Extracted data: Begin

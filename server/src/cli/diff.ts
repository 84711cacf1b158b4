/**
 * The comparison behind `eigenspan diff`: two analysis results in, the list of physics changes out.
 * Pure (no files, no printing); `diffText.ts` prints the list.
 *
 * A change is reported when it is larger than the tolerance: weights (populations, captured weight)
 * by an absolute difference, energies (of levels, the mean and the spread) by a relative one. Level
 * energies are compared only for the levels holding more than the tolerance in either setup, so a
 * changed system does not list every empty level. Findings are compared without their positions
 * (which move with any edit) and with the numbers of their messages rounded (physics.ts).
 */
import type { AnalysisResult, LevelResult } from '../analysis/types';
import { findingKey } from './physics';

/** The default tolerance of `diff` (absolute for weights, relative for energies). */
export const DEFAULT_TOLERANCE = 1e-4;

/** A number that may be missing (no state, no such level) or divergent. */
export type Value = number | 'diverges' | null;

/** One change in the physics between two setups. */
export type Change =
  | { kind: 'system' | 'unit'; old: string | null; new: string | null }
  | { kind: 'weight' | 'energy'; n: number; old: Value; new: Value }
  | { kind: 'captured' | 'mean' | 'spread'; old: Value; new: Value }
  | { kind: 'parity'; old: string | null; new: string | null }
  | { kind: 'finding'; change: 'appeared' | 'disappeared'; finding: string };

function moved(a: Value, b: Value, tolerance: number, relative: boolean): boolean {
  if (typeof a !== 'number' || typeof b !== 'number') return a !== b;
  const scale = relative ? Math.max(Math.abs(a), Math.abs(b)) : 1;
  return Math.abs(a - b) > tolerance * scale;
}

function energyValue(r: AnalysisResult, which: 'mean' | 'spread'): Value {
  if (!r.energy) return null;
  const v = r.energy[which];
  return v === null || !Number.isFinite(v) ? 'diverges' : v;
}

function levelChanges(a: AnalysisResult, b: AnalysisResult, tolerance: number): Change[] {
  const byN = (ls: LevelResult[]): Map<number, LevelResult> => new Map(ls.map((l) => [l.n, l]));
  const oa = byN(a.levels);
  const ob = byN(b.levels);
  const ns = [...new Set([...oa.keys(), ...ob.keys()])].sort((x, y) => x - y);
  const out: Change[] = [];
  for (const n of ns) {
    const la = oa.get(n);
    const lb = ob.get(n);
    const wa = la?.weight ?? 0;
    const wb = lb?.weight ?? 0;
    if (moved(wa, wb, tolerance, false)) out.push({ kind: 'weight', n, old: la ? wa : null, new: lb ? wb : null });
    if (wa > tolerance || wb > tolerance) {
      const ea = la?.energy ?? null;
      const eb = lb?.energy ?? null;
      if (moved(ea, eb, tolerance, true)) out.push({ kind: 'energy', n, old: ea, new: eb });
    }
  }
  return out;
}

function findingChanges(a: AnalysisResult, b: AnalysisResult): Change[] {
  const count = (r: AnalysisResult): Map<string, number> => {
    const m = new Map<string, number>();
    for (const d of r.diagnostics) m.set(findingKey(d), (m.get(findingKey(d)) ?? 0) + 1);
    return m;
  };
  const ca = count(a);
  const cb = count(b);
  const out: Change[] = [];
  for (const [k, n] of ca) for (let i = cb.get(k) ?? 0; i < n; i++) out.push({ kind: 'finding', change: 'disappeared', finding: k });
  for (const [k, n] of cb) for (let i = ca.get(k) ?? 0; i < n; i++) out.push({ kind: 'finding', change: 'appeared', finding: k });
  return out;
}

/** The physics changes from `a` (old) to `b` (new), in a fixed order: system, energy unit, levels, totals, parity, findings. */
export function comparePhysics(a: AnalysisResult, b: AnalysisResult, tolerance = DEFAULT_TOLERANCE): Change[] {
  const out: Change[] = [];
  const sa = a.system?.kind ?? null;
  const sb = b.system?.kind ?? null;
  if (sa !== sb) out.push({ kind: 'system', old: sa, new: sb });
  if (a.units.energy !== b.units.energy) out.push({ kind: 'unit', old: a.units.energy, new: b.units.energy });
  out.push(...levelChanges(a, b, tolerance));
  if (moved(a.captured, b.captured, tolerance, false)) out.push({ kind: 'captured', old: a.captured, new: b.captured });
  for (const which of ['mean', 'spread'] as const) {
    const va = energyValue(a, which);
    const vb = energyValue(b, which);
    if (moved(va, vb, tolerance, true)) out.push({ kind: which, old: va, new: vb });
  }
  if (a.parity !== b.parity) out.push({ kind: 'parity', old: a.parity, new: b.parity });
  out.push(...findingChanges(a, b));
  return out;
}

Extracted data: End
Extracted data: Begin

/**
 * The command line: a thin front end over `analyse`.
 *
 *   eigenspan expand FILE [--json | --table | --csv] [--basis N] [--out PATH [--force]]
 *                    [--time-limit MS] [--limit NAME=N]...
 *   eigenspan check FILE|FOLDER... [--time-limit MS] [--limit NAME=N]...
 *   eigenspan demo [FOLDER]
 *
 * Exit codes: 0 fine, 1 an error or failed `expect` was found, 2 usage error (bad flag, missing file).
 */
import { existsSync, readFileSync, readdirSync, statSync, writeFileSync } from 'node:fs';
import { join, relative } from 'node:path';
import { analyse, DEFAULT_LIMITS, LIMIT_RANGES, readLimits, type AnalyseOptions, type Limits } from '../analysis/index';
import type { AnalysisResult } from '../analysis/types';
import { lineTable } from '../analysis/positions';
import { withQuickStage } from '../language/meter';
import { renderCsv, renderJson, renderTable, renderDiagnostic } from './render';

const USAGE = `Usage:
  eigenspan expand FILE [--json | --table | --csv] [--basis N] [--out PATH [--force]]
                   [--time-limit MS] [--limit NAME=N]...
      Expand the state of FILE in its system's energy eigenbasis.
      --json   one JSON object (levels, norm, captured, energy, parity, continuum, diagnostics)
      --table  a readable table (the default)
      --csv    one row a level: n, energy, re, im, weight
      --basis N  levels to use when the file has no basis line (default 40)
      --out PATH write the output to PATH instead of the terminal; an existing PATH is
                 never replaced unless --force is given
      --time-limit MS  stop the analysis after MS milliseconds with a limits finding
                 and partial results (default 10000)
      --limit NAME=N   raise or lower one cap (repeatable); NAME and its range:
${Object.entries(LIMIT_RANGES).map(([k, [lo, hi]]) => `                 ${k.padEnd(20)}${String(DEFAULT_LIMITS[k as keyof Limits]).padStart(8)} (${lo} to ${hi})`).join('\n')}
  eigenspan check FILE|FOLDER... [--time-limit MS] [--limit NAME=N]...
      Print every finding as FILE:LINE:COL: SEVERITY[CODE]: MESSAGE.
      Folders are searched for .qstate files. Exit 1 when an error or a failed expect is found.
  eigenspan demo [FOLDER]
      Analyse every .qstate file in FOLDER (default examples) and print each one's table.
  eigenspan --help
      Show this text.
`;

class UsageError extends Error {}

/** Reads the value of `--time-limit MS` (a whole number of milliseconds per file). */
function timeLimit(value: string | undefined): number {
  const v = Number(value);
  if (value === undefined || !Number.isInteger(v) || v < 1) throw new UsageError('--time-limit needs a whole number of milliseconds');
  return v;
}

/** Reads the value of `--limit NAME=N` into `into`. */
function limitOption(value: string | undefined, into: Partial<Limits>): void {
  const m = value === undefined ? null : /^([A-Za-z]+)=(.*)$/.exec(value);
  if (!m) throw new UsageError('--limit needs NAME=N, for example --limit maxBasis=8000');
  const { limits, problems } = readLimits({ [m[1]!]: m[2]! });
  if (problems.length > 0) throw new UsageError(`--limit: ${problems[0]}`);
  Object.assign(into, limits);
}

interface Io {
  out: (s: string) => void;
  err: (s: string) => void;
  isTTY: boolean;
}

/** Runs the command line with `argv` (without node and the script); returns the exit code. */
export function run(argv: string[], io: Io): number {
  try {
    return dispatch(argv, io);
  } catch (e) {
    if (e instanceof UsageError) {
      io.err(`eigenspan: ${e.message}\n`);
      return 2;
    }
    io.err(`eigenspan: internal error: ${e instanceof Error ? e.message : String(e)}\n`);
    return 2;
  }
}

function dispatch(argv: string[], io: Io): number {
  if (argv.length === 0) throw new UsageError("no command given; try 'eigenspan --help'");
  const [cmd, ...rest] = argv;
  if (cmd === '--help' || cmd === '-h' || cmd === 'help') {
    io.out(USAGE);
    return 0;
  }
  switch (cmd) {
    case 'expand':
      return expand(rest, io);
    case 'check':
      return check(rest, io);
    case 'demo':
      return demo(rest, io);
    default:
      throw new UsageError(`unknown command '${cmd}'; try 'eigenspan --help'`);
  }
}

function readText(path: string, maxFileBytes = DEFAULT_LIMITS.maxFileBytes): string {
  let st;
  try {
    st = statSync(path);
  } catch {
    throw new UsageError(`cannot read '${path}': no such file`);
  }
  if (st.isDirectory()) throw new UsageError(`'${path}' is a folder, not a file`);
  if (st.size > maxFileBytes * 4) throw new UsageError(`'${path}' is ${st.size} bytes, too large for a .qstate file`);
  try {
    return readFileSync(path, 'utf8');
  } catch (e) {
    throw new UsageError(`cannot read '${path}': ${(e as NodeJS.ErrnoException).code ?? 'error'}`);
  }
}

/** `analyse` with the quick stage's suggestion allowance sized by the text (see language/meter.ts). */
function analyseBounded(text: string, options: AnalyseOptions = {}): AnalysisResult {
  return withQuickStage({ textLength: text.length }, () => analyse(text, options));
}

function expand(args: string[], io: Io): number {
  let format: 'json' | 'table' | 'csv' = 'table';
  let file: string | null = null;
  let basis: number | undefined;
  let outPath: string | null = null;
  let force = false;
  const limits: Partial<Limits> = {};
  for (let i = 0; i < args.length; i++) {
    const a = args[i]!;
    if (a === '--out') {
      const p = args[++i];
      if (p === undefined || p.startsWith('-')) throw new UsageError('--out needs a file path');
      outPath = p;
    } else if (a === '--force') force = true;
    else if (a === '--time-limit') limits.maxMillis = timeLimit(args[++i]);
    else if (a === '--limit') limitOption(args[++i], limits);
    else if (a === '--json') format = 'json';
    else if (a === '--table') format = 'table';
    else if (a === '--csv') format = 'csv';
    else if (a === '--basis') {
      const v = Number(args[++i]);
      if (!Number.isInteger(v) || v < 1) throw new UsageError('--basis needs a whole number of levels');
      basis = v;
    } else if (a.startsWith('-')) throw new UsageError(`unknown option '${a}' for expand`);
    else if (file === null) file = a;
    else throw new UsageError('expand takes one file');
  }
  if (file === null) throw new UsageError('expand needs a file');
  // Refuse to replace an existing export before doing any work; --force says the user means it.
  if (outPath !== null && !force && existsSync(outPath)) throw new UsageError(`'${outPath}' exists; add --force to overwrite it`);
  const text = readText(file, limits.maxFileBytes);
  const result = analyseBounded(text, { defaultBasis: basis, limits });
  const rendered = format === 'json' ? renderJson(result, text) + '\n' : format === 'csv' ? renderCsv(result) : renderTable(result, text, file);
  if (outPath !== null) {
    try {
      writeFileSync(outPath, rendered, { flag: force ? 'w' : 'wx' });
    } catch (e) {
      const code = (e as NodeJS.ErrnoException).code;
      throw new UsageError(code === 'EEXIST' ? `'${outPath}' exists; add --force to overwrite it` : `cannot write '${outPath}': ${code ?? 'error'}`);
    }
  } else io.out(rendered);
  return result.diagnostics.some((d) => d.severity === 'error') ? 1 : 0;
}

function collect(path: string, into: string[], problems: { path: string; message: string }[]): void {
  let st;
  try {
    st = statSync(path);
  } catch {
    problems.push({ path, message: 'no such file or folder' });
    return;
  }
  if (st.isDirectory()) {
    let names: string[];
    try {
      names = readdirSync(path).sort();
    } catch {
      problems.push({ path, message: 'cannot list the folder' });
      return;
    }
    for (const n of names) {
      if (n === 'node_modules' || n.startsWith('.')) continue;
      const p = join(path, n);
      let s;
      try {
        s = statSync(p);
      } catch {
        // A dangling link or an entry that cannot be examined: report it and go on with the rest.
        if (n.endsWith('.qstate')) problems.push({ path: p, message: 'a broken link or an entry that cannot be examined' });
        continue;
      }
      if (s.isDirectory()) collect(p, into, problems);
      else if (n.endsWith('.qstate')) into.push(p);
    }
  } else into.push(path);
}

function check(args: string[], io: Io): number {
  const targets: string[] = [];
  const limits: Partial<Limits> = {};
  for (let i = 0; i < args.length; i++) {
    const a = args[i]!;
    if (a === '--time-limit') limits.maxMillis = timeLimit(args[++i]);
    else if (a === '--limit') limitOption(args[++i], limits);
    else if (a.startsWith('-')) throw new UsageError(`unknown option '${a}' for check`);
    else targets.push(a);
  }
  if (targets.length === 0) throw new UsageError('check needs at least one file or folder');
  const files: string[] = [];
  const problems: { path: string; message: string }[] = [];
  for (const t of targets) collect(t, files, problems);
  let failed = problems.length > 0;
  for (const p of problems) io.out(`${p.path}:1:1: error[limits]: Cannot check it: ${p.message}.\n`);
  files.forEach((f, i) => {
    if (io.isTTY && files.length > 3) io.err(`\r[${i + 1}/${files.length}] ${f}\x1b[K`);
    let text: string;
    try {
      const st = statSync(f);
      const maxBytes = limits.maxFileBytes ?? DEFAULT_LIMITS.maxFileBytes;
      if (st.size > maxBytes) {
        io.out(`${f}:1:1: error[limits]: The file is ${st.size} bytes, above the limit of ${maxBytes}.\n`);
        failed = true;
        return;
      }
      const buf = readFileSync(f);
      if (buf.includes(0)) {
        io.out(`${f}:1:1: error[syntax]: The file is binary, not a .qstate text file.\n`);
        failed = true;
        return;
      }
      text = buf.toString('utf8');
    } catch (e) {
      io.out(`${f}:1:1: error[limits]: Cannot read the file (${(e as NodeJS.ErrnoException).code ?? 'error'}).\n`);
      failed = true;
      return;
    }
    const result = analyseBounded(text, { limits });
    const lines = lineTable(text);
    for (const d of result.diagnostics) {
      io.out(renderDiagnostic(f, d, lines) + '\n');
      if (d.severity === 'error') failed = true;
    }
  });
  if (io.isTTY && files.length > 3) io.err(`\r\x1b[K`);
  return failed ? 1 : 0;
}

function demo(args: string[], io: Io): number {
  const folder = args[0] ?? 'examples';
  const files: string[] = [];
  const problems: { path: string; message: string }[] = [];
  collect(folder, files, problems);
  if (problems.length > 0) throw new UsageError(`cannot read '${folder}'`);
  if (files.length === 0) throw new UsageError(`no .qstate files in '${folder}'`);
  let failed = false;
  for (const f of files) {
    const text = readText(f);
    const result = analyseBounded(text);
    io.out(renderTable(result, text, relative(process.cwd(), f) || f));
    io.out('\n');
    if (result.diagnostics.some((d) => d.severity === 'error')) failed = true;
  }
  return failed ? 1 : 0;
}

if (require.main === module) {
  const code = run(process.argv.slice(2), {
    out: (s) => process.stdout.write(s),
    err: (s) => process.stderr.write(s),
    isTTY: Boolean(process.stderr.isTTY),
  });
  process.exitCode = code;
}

Extracted data: End
Extracted data: Begin

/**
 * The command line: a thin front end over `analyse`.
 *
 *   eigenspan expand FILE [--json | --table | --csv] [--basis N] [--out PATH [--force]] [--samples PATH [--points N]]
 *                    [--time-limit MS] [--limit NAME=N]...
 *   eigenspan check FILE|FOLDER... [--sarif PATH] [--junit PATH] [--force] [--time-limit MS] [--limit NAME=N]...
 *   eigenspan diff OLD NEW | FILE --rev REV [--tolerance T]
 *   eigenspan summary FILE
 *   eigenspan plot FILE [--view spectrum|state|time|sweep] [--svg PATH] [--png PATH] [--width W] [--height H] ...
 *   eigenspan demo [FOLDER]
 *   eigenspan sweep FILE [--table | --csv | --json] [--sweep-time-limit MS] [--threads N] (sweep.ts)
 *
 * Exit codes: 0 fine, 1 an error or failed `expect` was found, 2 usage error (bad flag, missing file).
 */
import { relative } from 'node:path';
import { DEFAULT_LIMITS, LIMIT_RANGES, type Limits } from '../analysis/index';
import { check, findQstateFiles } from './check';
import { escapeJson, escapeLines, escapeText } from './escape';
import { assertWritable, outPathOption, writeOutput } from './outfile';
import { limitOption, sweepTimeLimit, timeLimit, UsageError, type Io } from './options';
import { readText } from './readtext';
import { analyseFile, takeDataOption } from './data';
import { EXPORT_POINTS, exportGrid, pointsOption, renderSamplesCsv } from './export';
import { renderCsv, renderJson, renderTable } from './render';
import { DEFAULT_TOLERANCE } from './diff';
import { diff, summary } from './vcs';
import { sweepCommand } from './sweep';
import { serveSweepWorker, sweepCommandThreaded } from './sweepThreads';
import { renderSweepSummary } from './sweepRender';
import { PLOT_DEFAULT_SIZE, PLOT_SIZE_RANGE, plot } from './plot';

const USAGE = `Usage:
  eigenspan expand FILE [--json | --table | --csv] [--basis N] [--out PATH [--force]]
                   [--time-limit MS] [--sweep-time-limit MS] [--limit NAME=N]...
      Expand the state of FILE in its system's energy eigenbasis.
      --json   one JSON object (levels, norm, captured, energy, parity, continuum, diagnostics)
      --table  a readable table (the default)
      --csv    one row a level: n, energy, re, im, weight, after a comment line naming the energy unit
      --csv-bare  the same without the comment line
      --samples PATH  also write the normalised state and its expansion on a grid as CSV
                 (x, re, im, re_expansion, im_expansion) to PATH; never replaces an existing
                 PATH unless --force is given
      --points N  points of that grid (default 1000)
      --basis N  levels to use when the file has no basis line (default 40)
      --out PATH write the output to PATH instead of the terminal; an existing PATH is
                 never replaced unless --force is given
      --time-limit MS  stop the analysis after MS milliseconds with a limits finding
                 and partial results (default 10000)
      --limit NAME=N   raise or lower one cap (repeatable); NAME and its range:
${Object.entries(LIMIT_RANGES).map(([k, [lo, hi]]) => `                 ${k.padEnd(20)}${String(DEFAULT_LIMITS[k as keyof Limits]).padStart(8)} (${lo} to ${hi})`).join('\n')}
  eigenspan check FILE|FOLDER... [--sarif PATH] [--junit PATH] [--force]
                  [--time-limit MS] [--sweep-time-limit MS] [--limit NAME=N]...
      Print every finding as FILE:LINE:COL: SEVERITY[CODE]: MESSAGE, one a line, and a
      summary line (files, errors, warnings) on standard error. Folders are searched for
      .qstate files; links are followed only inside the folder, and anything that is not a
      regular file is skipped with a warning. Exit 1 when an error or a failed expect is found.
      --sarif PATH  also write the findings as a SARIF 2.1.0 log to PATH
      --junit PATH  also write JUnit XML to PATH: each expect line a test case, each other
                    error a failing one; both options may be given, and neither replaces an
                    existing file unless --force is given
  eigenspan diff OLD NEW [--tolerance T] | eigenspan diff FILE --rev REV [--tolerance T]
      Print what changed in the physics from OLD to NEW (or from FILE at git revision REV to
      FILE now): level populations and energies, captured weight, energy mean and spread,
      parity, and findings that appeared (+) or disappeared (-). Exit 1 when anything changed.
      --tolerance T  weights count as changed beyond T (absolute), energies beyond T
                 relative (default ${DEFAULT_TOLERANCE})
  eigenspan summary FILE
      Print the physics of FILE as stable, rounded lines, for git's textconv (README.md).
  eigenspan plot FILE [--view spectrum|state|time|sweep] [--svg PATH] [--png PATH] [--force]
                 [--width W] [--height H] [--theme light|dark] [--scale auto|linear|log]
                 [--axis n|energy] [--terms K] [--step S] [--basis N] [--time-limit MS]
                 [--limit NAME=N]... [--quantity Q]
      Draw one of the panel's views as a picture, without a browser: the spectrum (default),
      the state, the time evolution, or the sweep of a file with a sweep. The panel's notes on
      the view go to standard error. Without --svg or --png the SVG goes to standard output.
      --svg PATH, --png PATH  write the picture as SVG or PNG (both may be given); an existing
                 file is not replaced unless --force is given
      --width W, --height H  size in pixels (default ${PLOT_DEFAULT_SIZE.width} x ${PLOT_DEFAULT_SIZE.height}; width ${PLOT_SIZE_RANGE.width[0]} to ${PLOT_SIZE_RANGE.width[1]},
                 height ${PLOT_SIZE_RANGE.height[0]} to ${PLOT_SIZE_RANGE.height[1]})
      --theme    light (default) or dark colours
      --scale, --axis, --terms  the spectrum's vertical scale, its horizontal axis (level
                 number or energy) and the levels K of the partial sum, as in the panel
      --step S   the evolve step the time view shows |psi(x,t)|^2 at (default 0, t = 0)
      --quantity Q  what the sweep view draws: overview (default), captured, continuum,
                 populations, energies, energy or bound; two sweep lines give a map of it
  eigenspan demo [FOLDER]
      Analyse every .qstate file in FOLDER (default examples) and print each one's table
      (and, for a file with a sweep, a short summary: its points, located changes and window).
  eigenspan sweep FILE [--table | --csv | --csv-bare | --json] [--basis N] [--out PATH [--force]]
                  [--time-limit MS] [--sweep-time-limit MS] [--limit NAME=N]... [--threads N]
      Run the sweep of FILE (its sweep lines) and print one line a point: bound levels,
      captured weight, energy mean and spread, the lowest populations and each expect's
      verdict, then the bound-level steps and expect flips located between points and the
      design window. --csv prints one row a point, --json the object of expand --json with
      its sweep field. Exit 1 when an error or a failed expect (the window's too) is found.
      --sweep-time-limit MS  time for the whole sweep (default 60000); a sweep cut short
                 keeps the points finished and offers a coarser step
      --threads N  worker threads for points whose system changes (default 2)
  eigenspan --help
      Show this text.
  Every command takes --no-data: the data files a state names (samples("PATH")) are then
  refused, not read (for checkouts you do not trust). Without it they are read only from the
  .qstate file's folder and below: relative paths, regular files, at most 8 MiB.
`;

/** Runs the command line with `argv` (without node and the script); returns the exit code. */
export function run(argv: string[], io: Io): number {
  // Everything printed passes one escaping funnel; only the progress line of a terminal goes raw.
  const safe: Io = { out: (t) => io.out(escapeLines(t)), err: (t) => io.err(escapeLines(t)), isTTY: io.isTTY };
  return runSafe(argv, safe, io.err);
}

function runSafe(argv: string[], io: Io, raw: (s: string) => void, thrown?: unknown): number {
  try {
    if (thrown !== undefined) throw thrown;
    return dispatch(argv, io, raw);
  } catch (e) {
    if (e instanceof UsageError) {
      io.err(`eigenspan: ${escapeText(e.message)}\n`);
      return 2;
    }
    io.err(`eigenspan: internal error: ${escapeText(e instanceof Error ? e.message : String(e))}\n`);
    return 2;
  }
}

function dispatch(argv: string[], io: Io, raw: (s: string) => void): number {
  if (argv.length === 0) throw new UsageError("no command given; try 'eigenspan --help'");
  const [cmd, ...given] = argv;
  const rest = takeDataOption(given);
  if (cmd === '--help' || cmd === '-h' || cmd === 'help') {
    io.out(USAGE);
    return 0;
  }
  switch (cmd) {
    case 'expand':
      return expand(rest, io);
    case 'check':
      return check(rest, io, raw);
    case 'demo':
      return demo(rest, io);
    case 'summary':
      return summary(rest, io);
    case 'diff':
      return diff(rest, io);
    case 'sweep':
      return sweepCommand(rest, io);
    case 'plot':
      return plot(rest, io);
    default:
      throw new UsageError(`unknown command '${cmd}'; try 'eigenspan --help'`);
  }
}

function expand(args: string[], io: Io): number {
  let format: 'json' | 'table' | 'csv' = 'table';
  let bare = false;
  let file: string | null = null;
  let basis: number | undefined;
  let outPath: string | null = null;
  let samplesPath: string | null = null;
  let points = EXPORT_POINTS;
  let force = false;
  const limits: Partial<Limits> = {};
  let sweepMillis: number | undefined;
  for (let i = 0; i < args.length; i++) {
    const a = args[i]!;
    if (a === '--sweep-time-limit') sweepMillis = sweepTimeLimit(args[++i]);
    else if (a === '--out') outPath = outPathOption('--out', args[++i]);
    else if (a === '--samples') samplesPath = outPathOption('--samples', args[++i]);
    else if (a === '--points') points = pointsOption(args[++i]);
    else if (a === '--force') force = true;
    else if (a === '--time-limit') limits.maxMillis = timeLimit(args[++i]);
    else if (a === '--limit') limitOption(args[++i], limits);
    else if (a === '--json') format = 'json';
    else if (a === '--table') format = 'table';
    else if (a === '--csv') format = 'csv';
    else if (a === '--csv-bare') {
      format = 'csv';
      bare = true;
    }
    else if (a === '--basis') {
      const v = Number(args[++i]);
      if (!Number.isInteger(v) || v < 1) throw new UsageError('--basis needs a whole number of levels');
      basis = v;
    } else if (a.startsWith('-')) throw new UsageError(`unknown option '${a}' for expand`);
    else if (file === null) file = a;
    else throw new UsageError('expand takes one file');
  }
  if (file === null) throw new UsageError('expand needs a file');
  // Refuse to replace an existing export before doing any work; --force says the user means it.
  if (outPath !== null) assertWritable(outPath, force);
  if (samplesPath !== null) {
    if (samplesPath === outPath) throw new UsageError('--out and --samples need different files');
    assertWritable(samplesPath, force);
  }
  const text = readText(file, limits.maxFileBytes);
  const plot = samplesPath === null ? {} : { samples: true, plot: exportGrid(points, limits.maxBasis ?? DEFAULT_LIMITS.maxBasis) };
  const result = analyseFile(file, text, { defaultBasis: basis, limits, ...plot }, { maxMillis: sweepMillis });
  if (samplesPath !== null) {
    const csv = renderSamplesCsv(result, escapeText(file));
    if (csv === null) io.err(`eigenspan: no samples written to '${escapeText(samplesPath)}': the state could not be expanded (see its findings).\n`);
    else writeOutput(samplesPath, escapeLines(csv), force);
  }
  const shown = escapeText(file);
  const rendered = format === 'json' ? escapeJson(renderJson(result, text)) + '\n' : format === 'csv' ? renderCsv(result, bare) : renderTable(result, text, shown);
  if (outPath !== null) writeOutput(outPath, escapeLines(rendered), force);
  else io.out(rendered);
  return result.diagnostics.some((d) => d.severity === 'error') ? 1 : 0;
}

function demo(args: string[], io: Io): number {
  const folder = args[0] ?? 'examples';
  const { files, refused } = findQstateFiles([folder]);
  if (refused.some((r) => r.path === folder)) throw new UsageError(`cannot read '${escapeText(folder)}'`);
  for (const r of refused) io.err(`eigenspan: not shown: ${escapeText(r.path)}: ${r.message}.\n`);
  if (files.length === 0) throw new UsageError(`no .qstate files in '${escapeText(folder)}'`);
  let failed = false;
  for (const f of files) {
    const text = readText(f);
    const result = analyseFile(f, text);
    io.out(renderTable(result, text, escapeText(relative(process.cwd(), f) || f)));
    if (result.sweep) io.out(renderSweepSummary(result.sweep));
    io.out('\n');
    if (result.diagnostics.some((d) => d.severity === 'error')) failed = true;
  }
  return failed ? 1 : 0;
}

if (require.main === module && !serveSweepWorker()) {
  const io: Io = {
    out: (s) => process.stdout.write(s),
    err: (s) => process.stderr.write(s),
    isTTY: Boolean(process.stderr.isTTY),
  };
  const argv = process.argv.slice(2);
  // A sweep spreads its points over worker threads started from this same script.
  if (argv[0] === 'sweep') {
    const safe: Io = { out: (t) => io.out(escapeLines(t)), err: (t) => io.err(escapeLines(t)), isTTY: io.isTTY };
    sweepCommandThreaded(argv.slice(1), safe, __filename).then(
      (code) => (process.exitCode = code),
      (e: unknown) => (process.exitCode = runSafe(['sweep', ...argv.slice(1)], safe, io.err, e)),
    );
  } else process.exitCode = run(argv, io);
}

Extracted data: End

▸ **Task prompt**
Whenever a line of the data includes "regular", copy that line.

▸ **Exercise solution**
      regular file is skipped with a warning. Exit 1 when an error or a failed expect is found.
  .qstate file's folder and below: relative paths, regular files, at most 8 MiB.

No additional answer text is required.